Here are the files touched by the implementation of Match Case:

svx/source/tbxctrls/tbunosearchcontrollers.cxx
include/svx/strings.hrc
officecfg/registry/data/org/openoffice/Office/UI/Controller.xcu
officecfg/registry/data/org/openoffice/Office/UI/GenericCommands.xcu
svx/util/svx.component

sw/uiconfig/swriter/toolbar/findbar.xml
and other findbar.xml files

[1] https://wiki.openoffice.org/wiki/Framework/Article/OpenOffice.org_2.0_User_Interface_Controller_Internals#Toolbar

Comment 18 Commit Notification 2025-03-19 00:16:39 UTC

jlorber committed a patch related to this issue.
It has been pushed to "master":

https://git.libreoffice.org/core/commit/4957d832c76598e78a57324dad5b4de7345a33e2

tdf#163616 add Match Diacritics to the find bar

It will be available in 25.8.0.

The patch should be included in the daily builds available at
https://dev-builds.libreoffice.org/daily/ in the next 24-48 hours. More
information about daily builds can be found at:
https://wiki.documentfoundation.org/Testing_Daily_Builds

Affected users are encouraged to test the fix and report feedback.
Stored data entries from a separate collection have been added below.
import { useCallback, useMemo, useState } from 'react';
import type { SoundingLevel } from '../../../../shared/sounding';
import { recomputeWhatIf, type WhatIfChange, type WhatIfResult } from './what-if';

export interface WhatIfState {
  change: WhatIfChange;
  /** Merge a partial change into the current one. */
  update: (partial: WhatIfChange) => void;
  reset: () => void;
  /** The original sounding analysed (with the same chosen start level, for fair deltas). */
  original: WhatIfResult;
  /** The sounding with the change applied, analysed at once in the browser. */
  modified: WhatIfResult;
  isModified: boolean;
}

/** What-if state of a sounding, recomputed synchronously with the shared engine (useMemo). */
export function useWhatIf(levels: readonly SoundingLevel[]): WhatIfState {
  const [change, setChange] = useState<WhatIfChange>({});
  const start = change.parcelStartPressureHpa;
  const original = useMemo(() => recomputeWhatIf(levels, { parcelStartPressureHpa: start }), [levels, start]);
  const modified = useMemo(
    () =>
      change.surfaceTemperatureC === undefined && change.surfaceDewpointC === undefined ? original : recomputeWhatIf(levels, change),
    [levels, change, original],
  );
  const update = useCallback((partial: WhatIfChange) => setChange((old) => ({ ...old, ...partial })), []);
  const reset = useCallback(() => setChange({}), []);
  const isModified = change.surfaceTemperatureC !== undefined || change.surfaceDewpointC !== undefined || start !== undefined;
  return { change, update, reset, original, modified, isModified };
}
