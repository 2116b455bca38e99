import { readFileSync } from 'node:fs';
import { resolve } from 'node:path';
import { cleanup, fireEvent, render, screen, waitFor, within } from '@testing-library/react';
import { afterEach, describe, expect, it, vi } from 'vitest';
import { parseSoundingCsv, type SoundingLevel } from '../../../../shared/sounding';
import { SoundingWorkbench } from './sounding-workbench';

function fixture(name: string): SoundingLevel[] {
  const text = readFileSync(resolve(process.cwd(), 'tests/fixtures/soundings', name), 'utf8');
  const parsed = parseSoundingCsv(text, name);
  if (!parsed.ok) throw new Error(`fixture ${name} did not parse`);
  return parsed.value.levels;
}

// OAX 2014-06-16 19 UTC (tests/fixtures/soundings/oax_20140616_19z.csv): surface 27.8 °C / 23.8 °C.
const levels = fixture('oax_20140616_19z.csv');
const metric = { temperature: 'C', height: 'm', speed: 'kt' } as const;

/** The value cell of an index row, found by its row header. */
function indexValue(label: string): string {
  const header = screen.getByRole('rowheader', { name: label });
  const row = header.closest('tr');
  if (!row) throw new Error(`no row for ${label}`);
  return within(row).getByRole('cell').textContent ?? '';
}

afterEach(cleanup);

describe('SoundingWorkbench', () => {
  it('when the surface dewpoint is raised by 2 K, the shown SBCAPE and MLCAPE change and a delta line appears', () => {
    render(<SoundingWorkbench levels={levels} units={metric} />);
    const sbBefore = indexValue('SBCAPE');
    const mlBefore = indexValue('MLCAPE');
    expect(screen.getByText(/No change yet/)).toBeTruthy();

    const dewpoint = screen.getByLabelText('Surface dewpoint (°C)');
    expect((dewpoint as HTMLInputElement).value).toBe('23.8');
    fireEvent.change(dewpoint, { target: { value: '25.8' } });

    expect(indexValue('SBCAPE')).not.toBe(sbBefore);
    expect(indexValue('MLCAPE')).not.toBe(mlBefore);
    const deltas = screen.getByText('Surface-based:').closest('li');
    expect(deltas?.textContent).toMatch(/CAPE \+\d+\u202fJ\/kg/);
    expect(deltas?.textContent).toMatch(/LCL \u2212\d+\u202fm/);
  });

  it('refuses a dewpoint above the temperature with an inline message and keeps the indices', () => {
    render(<SoundingWorkbench levels={levels} units={metric} />);
    const before = indexValue('SBCAPE');
    fireEvent.change(screen.getByLabelText('Surface dewpoint (°C)'), { target: { value: '30' } });
    expect(screen.getByRole('alert').textContent).toMatch(/dewpoint cannot be higher than the temperature/);
    expect(indexValue('SBCAPE')).toBe(before);
  });

  it('reset brings back the original values', () => {
    render(<SoundingWorkbench levels={levels} units={metric} />);
    const before = indexValue('SBCAPE');
    fireEvent.change(screen.getByLabelText('Surface temperature (°C)'), { target: { value: '31' } });
    expect(indexValue('SBCAPE')).not.toBe(before);
    fireEvent.click(screen.getByRole('button', { name: 'Reset' }));
    expect(indexValue('SBCAPE')).toBe(before);
  });

  it('saves the what-if through onSave with the shared contract shape', async () => {
    const onSave = vi.fn(async () => undefined);
    render(<SoundingWorkbench levels={levels} units={metric} onSaveModified={onSave} />);
    fireEvent.change(screen.getByLabelText('Surface dewpoint (°C)'), { target: { value: '25.8' } });
    fireEvent.change(screen.getByLabelText('Lift a parcel from'), { target: { value: '925' } });
    fireEvent.click(screen.getByRole('button', { name: 'Save as modified sounding' }));
    expect(screen.getByText('Give the modified sounding a name.')).toBeTruthy();
    fireEvent.change(screen.getByLabelText('Name'), { target: { value: 'Moister afternoon' } });
    fireEvent.click(screen.getByRole('button', { name: 'Save as modified sounding' }));
    await waitFor(() => expect(onSave).toHaveBeenCalledTimes(1));
    expect(onSave).toHaveBeenCalledWith({ name: 'Moister afternoon', note: '', surfaceDewpointC: 25.8, parcelStartPressureHpa: 925 });
    expect(await screen.findByText(/Saved/)).toBeTruthy();
  });

  it('shows temperatures in °F when the person chose °F (27.8 °C = 82.04 °F)', () => {
    render(<SoundingWorkbench levels={levels} units={{ temperature: 'F', height: 'ft', speed: 'mph' }} />);
    expect((screen.getByLabelText('Surface temperature (°F)') as HTMLInputElement).value).toBe('82');
  });

  it('hides the editor and the drag handles when read-only', () => {
    render(<SoundingWorkbench levels={levels} units={metric} readOnly modifiedLabel="Moister afternoon" />);
    expect(screen.queryByLabelText('Surface dewpoint (°C)')).toBeNull();
    expect(screen.queryAllByRole('slider')).toHaveLength(0);
    expect(screen.getByText('Modified · Moister afternoon')).toBeTruthy();
  });

  it('moves the readout between levels with the arrow keys', () => {
    render(<SoundingWorkbench levels={levels} units={metric} />);
    const diagram = screen.getByRole('group', { name: 'Skew-T log-p diagram' });
    fireEvent.keyDown(diagram, { key: 'ArrowUp' });
    fireEvent.keyDown(diagram, { key: 'ArrowUp' });
    // The second level of the fixture: 962 hPa, 27.4 °C, dewpoint 22.8 °C.
    const live = document.querySelector('[aria-live="polite"]');
    expect(live?.textContent).toMatch(/962\u202fhPa/);
    expect(live?.textContent).toMatch(/Temperature 27\.4\u202f°C/);
  });

  it('shows the hazard ingredients in their own group, in the person\'s units (speeds in kt, heights in ft)', () => {
    render(<SoundingWorkbench levels={levels} units={{ temperature: 'F', height: 'ft', speed: 'kt' }} readOnly />);
    const hazards = screen.getByRole('table', { name: 'Hazard ingredients' });
    const rows = within(hazards).getAllByRole('rowheader').map((header) => header.textContent);
    expect(rows).toEqual(expect.arrayContaining(['SRH 0–500 m', 'Critical angle', 'ML LCL–LFC gap', 'Hail-zone CAPE', 'Shear 0–8 km', 'Mean wind 0–6 km', 'Corfidi upwind', 'Corfidi downwind', 'Warm-cloud depth']));
    expect(indexValue('SRH 0–500 m')).toMatch(/^\d+\u202fm²\/s²$/);
    expect(indexValue('Critical angle')).toMatch(/^\d+\u202f°$/);
    expect(indexValue('Hail-zone CAPE')).toMatch(/J\/kg$/);
    expect(indexValue('Warm-cloud depth')).toMatch(/ft$/);
    // A vector: direction it blows from, then its speed.
    expect(indexValue('Corfidi upwind')).toMatch(/^\d{3}° \d+\s?kt$/);
    expect(indexValue('Lapse rate 850–500 hPa')).toMatch(/K\/km$/);
  });

  it('marks missing index values with a dash and a title that explains why', () => {
    // An invented isothermal (0 °C) atmosphere without winds: a lifted parcel only cools below
    // its surroundings, so no parcel has an LFC, and nothing kinematic can be computed.
    // Heights from the hypsometric equation with a scale height of R·T/g ≈ 8000 m at 273 K.
    const stable: SoundingLevel[] = Array.from({ length: 19 }, (_, i) => {
      const pressureHpa = 1000 - i * 50;
      return { pressureHpa, heightM: 8000 * Math.log(1000 / pressureHpa), temperatureC: 0, dewpointC: -10, uMs: null, vMs: null };
    });
    render(<SoundingWorkbench levels={stable} units={metric} readOnly />);
    const groups = ['Instability', 'Moisture', 'Cloud base', 'Kinematics', 'Composites', 'Hazard ingredients'].map((name) => screen.getByRole('table', { name }));
    const missing = groups.flatMap((table) => within(table).getAllByRole('cell')).filter((cell) => cell.textContent?.startsWith('—'));
    expect(missing.length).toBeGreaterThan(0);
    for (const cell of missing) expect(cell.getAttribute('title') ?? '').toMatch(/^(Does not exist|Cannot be computed)/);
    expect(indexValue('SB LFC')).toMatch(/^—/);
    expect(screen.getByRole('rowheader', { name: 'SB LFC' }).closest('tr')?.querySelector('td')?.getAttribute('title')).toMatch(/no LFC/);
  });
});
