/** The legend under the diagram. */
function DiagramLegend() {
  const items: { label: string; stroke: string; dash?: string; width?: number; fill?: string }[] = [
    { label: 'Temperature', stroke: C.temperature, width: 2.4 },
    { label: 'Dewpoint', stroke: C.dewpoint, width: 2.4 },
    { label: 'Virtual temperature', stroke: C.temperature, dash: '2 2', width: 1 },
    { label: 'Parcel (virtual temperature)', stroke: C.parcel, width: 1.9 },
    { label: 'Other parcels', stroke: C.parcel, dash: DASHES.otherParcel, width: 1.1 },
    { label: 'Positive area (CAPE)', stroke: 'none', fill: C.positiveArea },
    { label: 'Negative area (CIN)', stroke: 'none', fill: C.negativeArea },
    { label: 'Isotherm', stroke: C.isotherm, width: 1 },
    { label: 'Dry adiabat', stroke: C.dryAdiabat, dash: DASHES.dryAdiabat, width: 1 },
    { label: 'Pseudo-adiabat', stroke: C.pseudoAdiabat, dash: DASHES.pseudoAdiabat, width: 1.3 },
    { label: 'Mixing ratio (g/kg)', stroke: C.mixingRatio, dash: DASHES.mixingRatio, width: 1 },
  ];
  return (
    <figcaption className="mt-2">
      <ul className="flex flex-wrap gap-x-4 gap-y-1 text-[12px] text-ink-muted" aria-label="Legend">
        {items.map((item) => (
          <li key={item.label} className="inline-flex items-center gap-1.5">
            <svg width={24} height={10} aria-hidden="true">
              {item.fill ? (
                <rect x={0} y={1} width={24} height={8} fill={item.fill} fillOpacity={0.45} />
              ) : (
                <line x1={0} x2={24} y1={5} y2={5} stroke={item.stroke} strokeWidth={item.width ?? 1} strokeDasharray={item.dash} />
              )}
            </svg>
            {item.label}
          </li>
        ))}
        <li>Wind barbs in knots: pennant 50, barb 10, half barb 5</li>
      </ul>
    </figcaption>
  );
}
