import { describe, expect, it } from 'vitest';
import type { ParcelResult, SoundingLevel } from '../../../../shared/sounding';
import { buoyancyAreas } from './buoyancy-areas';

// A dry, isothermal-in-Tv environment (no dewpoints, so Tv = T) and a hand-made parcel trace:
// the expected areas follow from the definitions in buoyancy-areas.ts, not from any program.
const levels: SoundingLevel[] = [1000, 900, 800, 700, 600, 500, 400].map((pressureHpa, i) => ({
  pressureHpa,
  heightM: i * 1000,
  temperatureC: 0,
  dewpointC: null,
  uMs: null,
  vMs: null,
}));

function parcel(temperatures: number[], lfcPressure: number | null, elPressure: number | null): ParcelResult {
  return {
    parcelPressure: 1000,
    parcelTemperatureC: 0,
    parcelDewpointC: 0,
    cape: 100,
    cin: -10,
    lclPressure: 900,
    lclHeight: 1000,
    lclTemperature: 0,
    lfcPressure,
    lfcHeight: lfcPressure === null ? null : 2000,
    elPressure,
    elHeight: elPressure === null ? null : 5000,
    liftedIndex: null,
    cape0to3km: 0,
    liftedIndexVirtual: null,
    positiveAreaBelowLfc: 0,
    negativeAreaLfcToEl: 0,
    capeClippedAtTop: false,
    trace: temperatures.map((temperatureC, i) => ({
      pressureHpa: 1000 - i * 100,
      temperatureC,
      virtualTemperatureC: temperatureC,
    })),
  };
}

describe('buoyancyAreas', () => {
  it('shades the negative area below the LFC and the positive area between LFC and EL', () => {
    // Parcel Tv − environment: −2 (1000), −1 (900), +1 (800), +2 (700), +1 (600), −1 (500): zero crossings
    // at about 850 hPa (the LFC) and 550 hPa (the EL), both interpolated linearly in ln p.
    const lfc = Math.exp((Math.log(900) + Math.log(800)) / 2);
    const el = Math.exp((Math.log(600) + Math.log(500)) / 2);
    const areas = buoyancyAreas(levels, parcel([-2, -1, 1, 2, 1, -1, -3], lfc, el));
    expect(areas.map((area) => area.sign)).toEqual(['negative', 'positive']);
    const positive = areas[1]?.outline ?? [];
    const pressures = positive.map((point) => point.pressureHpa);
    expect(Math.max(...pressures)).toBeCloseTo(lfc, 6);
    expect(Math.min(...pressures)).toBeCloseTo(el, 6);
    const negative = areas[0]?.outline ?? [];
    expect(Math.max(...negative.map((point) => point.pressureHpa))).toBe(1000);
  });

  it('shades nothing when the parcel has no LFC (its CAPE and CIN are 0 in the engine)', () => {
    expect(buoyancyAreas(levels, parcel([-2, -2, -2, -2, -2, -2, -2], null, null))).toEqual([]);
  });

  it('does not shade positive area below the LFC', () => {
    // Warm at 900 hPa (below the LCL) but the LFC is at 700 hPa: only negative area below 700.
    const areas = buoyancyAreas(levels, parcel([-1, 1, -1, 1, 2, 1, -1], 700, 450));
    const positiveBelowLfc = areas.filter((a) => a.sign === 'positive' && a.outline.some((point) => point.pressureHpa > 700 + 1e-6));
    expect(positiveBelowLfc).toEqual([]);
  });
});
Comment 19 Buovjaga 2025-03-19 05:53:08 UTC

Johann: I noticed Madhavkiran has a related report, bug 163652 in case you want to take a look.

Comment 20 Johann Lorber 2025-03-26 15:37:28 UTC

(In reply to Buovjaga from comment #19)
> Johann: I noticed Madhavkiran has a related report, bug 163652 in case you
> want to take a look.

I'll look into it, not sure I'll have the time to fix just yet though.